START Entries supplied
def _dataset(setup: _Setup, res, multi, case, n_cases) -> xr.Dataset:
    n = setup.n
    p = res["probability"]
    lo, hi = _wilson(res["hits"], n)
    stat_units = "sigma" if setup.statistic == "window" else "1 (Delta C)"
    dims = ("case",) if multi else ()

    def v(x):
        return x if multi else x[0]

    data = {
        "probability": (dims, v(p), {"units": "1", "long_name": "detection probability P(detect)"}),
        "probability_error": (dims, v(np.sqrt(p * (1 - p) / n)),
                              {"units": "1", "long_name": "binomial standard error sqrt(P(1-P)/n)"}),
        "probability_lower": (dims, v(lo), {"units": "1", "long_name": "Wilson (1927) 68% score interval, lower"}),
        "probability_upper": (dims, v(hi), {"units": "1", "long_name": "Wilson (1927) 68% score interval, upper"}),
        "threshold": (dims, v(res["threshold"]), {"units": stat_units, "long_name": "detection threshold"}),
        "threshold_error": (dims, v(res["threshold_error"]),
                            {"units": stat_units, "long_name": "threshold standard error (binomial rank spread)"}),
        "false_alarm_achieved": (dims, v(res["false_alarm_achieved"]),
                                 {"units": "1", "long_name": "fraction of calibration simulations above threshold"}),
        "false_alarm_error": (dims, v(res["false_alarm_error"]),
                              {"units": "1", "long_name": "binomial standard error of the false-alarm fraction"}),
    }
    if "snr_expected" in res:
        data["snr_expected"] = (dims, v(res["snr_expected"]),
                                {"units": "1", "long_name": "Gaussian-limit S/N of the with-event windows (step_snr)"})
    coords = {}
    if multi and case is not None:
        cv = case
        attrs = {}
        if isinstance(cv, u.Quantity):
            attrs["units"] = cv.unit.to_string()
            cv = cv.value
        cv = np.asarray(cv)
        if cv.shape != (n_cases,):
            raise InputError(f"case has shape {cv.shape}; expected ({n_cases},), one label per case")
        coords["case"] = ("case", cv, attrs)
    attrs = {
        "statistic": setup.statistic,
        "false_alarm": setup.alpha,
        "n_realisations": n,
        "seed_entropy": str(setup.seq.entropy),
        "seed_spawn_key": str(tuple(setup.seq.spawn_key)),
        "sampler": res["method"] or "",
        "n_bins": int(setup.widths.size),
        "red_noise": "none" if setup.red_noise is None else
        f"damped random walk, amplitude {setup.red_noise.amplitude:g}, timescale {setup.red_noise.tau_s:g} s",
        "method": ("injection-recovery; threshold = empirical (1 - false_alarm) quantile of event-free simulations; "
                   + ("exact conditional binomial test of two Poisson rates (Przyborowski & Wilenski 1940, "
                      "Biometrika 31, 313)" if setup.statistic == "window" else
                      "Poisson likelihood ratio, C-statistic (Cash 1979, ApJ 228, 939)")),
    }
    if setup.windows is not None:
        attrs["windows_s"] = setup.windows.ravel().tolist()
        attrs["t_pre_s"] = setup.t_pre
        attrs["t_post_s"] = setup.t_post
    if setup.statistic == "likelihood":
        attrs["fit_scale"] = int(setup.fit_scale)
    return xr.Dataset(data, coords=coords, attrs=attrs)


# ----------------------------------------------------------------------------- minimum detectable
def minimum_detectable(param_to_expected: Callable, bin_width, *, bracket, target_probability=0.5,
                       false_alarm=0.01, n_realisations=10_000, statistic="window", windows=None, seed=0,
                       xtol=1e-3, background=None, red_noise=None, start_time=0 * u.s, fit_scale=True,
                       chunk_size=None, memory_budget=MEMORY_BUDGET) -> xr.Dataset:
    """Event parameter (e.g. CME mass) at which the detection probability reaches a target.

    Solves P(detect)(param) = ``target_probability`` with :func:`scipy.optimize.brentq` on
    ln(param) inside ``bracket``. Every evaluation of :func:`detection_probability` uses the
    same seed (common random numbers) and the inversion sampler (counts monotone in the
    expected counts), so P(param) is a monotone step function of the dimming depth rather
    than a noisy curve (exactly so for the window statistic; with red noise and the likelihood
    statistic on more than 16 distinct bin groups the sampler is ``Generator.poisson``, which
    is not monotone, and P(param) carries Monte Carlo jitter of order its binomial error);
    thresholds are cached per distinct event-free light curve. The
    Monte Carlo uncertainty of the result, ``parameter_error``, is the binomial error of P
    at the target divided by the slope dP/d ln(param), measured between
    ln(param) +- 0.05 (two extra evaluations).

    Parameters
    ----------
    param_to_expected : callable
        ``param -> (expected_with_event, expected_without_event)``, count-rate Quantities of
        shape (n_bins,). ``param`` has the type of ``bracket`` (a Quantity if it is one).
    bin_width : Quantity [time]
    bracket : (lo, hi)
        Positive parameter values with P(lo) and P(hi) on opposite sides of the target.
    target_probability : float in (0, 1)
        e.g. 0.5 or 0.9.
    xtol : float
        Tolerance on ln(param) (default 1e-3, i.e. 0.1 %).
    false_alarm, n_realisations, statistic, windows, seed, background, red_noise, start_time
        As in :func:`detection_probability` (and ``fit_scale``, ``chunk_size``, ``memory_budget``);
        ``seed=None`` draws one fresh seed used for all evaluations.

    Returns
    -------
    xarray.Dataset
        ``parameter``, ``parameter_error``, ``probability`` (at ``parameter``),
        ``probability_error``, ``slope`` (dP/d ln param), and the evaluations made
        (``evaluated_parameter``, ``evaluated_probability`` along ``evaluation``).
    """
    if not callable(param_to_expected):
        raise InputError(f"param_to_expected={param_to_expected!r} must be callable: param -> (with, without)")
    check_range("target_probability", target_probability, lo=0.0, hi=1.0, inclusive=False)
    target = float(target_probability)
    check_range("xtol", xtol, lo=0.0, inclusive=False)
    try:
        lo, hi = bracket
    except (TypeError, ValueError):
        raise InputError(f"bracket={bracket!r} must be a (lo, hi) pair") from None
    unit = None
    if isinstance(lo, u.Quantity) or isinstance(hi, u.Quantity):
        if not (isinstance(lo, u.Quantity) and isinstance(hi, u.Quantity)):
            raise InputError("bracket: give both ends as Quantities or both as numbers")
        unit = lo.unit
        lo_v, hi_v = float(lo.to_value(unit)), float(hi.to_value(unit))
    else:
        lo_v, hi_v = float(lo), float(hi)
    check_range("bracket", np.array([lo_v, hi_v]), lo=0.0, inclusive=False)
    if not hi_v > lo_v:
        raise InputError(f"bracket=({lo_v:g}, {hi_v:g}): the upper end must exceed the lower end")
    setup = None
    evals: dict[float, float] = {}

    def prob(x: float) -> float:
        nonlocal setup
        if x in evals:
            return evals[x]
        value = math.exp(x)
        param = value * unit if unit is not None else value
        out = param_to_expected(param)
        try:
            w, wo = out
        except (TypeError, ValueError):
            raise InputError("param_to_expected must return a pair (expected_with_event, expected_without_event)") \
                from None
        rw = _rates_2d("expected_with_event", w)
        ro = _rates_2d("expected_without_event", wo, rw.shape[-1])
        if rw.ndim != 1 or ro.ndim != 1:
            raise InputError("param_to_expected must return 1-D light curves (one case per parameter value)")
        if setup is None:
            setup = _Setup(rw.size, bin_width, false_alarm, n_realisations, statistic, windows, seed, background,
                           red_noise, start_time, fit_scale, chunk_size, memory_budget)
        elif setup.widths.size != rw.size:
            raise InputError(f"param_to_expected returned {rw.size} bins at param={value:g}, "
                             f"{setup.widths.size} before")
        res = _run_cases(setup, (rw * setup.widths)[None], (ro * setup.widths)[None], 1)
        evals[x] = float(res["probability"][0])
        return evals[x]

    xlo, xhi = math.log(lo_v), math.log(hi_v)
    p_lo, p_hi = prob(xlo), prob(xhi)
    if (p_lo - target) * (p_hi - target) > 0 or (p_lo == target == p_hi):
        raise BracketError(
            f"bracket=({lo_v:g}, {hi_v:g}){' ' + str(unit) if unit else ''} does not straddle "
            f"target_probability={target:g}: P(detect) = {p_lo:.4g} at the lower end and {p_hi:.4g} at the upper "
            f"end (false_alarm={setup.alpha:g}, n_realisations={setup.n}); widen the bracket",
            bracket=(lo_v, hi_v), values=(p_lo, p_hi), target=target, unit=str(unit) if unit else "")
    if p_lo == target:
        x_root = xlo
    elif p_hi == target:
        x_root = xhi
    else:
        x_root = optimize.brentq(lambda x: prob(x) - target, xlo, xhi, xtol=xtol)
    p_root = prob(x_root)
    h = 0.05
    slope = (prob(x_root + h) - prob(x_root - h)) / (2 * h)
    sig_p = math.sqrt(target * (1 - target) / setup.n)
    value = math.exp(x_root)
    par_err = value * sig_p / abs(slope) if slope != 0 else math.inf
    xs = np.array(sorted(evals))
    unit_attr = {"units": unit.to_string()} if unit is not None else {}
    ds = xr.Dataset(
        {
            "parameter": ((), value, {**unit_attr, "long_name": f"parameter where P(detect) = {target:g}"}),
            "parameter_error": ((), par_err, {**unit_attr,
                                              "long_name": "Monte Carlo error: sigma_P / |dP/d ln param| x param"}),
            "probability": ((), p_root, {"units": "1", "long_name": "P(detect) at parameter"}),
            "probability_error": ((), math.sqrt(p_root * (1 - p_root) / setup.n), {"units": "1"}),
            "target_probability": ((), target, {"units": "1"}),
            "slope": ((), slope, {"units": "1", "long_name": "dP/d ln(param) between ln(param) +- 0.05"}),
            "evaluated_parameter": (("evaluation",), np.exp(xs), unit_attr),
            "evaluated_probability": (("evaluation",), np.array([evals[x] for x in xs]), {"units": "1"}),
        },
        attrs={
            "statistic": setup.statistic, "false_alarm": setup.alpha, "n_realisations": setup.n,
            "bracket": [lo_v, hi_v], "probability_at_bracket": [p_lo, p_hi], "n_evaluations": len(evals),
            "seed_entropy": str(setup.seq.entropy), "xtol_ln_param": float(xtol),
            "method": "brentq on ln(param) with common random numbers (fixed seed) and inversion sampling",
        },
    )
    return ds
END Entries supplied
START Entries supplied
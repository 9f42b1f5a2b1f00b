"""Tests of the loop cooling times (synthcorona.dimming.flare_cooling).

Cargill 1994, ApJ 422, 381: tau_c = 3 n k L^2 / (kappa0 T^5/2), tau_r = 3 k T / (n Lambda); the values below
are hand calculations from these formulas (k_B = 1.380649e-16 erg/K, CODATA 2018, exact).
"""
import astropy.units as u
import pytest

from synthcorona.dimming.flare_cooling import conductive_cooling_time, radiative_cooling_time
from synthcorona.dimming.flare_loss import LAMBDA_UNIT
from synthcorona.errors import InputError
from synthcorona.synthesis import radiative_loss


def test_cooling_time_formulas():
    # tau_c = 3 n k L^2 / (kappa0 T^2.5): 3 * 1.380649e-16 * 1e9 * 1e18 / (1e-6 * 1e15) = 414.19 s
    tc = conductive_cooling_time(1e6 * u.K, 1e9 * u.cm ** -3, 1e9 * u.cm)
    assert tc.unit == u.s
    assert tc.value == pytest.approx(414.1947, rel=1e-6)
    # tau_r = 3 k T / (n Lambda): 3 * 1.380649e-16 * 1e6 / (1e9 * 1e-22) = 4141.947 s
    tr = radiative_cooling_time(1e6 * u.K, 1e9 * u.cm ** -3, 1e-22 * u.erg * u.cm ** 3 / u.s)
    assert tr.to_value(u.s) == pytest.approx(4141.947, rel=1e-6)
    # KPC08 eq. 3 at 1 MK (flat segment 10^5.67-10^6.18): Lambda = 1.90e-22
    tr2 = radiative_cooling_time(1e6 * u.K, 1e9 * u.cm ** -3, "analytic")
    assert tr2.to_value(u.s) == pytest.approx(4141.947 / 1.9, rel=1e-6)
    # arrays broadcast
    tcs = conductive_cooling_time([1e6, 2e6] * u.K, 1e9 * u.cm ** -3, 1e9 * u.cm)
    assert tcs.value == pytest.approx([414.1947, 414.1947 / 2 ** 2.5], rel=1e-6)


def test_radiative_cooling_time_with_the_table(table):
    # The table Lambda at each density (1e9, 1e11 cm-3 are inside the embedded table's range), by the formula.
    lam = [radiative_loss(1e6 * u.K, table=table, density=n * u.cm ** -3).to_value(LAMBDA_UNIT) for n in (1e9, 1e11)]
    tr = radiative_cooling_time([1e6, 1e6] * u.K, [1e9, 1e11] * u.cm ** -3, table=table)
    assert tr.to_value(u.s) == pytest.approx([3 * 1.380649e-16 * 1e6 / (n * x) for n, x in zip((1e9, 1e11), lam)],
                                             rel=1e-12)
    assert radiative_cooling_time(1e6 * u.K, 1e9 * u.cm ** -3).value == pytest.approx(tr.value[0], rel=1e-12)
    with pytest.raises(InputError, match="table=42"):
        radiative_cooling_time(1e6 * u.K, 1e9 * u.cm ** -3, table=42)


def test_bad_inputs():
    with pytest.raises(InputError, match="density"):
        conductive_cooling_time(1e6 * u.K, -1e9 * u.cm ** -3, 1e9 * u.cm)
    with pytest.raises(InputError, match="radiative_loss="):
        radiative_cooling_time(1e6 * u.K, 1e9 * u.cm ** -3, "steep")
END Entries supplied
- [Work to complete] Write out exactly the lines above between the line with "unit = lo.unit" and the line with "at the lower", inclusive, and nothing beyond them.

- [Solution to this exercise]
        unit = lo.unit
        lo_v, hi_v = float(lo.to_value(unit)), float(hi.to_value(unit))
    else:
        lo_v, hi_v = float(lo), float(hi)
    check_range("bracket", np.array([lo_v, hi_v]), lo=0.0, inclusive=False)
    if not hi_v > lo_v:
        raise InputError(f"bracket=({lo_v:g}, {hi_v:g}): the upper end must exceed the lower end")
    setup = None
    evals: dict[float, float] = {}

    def prob(x: float) -> float:
        nonlocal setup
        if x in evals:
            return evals[x]
        value = math.exp(x)
        param = value * unit if unit is not None else value
        out = param_to_expected(param)
        try:
            w, wo = out
        except (TypeError, ValueError):
            raise InputError("param_to_expected must return a pair (expected_with_event, expected_without_event)") \
                from None
        rw = _rates_2d("expected_with_event", w)
        ro = _rates_2d("expected_without_event", wo, rw.shape[-1])
        if rw.ndim != 1 or ro.ndim != 1:
            raise InputError("param_to_expected must return 1-D light curves (one case per parameter value)")
        if setup is None:
            setup = _Setup(rw.size, bin_width, false_alarm, n_realisations, statistic, windows, seed, background,
                           red_noise, start_time, fit_scale, chunk_size, memory_budget)
        elif setup.widths.size != rw.size:
            raise InputError(f"param_to_expected returned {rw.size} bins at param={value:g}, "
                             f"{setup.widths.size} before")
        res = _run_cases(setup, (rw * setup.widths)[None], (ro * setup.widths)[None], 1)
        evals[x] = float(res["probability"][0])
        return evals[x]

    xlo, xhi = math.log(lo_v), math.log(hi_v)
    p_lo, p_hi = prob(xlo), prob(xhi)
    if (p_lo - target) * (p_hi - target) > 0 or (p_lo == target == p_hi):
        raise BracketError(
            f"bracket=({lo_v:g}, {hi_v:g}){' ' + str(unit) if unit else ''} does not straddle "
            f"target_probability={target:g}: P(detect) = {p_lo:.4g} at the lower end and {p_hi:.4g} at the upper "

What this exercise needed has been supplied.